» YOUR ASSIGNMENT
Search the records for the word "BookId". Copy every line where it appears.
Start of SOURCE DATA
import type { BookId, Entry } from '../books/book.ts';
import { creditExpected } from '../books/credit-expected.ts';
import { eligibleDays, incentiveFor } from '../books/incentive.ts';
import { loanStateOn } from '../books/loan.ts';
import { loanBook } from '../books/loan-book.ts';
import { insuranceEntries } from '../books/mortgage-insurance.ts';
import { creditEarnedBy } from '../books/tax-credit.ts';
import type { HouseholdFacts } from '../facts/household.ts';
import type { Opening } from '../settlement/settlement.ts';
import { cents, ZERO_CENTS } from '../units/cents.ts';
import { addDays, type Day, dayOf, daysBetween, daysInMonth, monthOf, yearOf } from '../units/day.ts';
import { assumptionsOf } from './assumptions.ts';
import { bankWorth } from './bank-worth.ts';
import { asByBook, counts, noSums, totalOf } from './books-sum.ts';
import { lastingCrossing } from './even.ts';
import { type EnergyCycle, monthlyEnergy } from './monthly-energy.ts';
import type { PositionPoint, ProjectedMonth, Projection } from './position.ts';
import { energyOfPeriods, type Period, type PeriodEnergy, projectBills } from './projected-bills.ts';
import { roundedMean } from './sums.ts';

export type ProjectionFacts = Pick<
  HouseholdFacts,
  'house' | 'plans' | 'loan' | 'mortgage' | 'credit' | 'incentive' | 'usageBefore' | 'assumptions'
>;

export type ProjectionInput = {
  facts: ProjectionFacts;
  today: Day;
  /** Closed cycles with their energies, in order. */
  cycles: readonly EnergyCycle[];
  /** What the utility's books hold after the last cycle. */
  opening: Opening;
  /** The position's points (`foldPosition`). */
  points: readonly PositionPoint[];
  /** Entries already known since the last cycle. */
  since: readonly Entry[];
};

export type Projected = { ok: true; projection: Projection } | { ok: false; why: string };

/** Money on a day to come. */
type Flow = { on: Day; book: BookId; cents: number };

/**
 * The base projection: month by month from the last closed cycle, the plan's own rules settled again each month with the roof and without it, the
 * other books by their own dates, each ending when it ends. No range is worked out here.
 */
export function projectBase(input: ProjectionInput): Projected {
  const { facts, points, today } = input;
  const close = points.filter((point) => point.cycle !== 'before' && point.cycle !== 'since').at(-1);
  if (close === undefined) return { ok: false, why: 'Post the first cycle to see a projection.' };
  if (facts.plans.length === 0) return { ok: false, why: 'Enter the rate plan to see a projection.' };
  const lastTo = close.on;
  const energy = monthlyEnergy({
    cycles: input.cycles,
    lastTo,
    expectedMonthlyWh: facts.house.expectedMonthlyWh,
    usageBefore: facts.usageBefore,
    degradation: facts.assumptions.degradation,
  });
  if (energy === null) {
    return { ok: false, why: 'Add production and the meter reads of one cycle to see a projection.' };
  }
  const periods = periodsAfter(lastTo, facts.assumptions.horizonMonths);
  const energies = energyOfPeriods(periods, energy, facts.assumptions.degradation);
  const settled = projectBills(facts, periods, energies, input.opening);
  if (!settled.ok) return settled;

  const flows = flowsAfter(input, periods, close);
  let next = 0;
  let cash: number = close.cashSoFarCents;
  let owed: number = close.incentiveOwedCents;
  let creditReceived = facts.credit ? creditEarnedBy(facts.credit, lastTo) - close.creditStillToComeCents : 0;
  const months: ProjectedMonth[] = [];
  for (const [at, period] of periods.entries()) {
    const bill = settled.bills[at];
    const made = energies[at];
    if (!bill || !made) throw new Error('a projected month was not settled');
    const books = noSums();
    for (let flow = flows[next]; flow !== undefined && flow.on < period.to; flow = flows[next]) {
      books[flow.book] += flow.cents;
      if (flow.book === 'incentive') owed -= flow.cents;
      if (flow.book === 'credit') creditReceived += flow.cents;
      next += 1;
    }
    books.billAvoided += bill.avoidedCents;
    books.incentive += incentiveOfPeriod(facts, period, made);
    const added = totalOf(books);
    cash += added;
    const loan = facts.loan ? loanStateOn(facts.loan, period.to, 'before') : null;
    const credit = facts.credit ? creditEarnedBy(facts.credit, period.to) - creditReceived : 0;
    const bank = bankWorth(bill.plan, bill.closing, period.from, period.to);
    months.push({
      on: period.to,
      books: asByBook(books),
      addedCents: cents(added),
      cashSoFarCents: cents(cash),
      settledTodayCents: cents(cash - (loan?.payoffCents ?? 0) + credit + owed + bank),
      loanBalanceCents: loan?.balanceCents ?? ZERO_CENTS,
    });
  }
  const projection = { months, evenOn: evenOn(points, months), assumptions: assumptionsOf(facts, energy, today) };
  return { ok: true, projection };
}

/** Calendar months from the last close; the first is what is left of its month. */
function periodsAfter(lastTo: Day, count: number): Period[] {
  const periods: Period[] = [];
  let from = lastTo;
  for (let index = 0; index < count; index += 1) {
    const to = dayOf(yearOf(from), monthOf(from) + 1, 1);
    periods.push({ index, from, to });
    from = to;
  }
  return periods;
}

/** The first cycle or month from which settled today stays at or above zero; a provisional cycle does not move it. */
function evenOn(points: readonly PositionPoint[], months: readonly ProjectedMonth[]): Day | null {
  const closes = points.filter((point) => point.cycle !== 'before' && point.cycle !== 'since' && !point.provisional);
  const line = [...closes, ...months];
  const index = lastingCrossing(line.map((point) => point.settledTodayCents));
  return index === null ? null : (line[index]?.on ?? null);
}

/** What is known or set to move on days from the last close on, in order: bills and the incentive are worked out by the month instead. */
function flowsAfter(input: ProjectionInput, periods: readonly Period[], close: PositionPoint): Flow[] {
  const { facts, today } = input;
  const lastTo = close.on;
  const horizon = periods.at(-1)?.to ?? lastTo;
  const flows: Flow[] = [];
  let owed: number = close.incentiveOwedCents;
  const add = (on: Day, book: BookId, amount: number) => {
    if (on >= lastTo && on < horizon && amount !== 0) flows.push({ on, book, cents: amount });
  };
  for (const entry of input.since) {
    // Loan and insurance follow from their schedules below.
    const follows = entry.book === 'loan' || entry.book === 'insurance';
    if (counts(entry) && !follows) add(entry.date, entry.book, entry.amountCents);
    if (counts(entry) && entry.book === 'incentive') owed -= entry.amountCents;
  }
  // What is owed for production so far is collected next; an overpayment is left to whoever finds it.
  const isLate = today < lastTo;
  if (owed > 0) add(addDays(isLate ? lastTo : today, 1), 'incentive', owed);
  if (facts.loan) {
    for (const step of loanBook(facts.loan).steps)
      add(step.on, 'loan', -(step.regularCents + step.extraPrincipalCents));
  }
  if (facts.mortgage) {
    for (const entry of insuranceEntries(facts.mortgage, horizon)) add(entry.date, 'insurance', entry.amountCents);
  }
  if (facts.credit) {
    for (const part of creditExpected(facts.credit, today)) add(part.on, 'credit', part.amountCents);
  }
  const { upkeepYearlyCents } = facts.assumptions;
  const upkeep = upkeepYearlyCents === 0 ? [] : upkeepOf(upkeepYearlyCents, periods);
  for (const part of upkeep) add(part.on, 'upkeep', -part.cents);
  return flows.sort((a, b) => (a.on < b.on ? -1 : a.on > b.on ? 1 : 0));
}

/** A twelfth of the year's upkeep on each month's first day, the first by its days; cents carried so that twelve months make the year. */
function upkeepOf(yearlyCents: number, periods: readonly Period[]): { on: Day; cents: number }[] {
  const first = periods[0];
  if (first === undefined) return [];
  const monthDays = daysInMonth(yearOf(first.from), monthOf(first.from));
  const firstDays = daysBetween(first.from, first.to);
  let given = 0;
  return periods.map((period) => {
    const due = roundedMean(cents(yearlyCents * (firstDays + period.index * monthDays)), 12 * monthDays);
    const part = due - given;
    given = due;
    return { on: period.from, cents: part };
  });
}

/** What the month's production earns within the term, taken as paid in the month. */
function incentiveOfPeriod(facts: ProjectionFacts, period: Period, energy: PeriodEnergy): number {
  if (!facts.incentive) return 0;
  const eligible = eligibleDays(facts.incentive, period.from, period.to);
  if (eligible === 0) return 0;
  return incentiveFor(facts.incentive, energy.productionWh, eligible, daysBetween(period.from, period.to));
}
End of SOURCE DATA
» YOUR SOLUTION
import type { BookId, Entry } from '../books/book.ts';
type Flow = { on: Day; book: BookId; cents: number };
  const add = (on: Day, book: BookId, amount: number) => {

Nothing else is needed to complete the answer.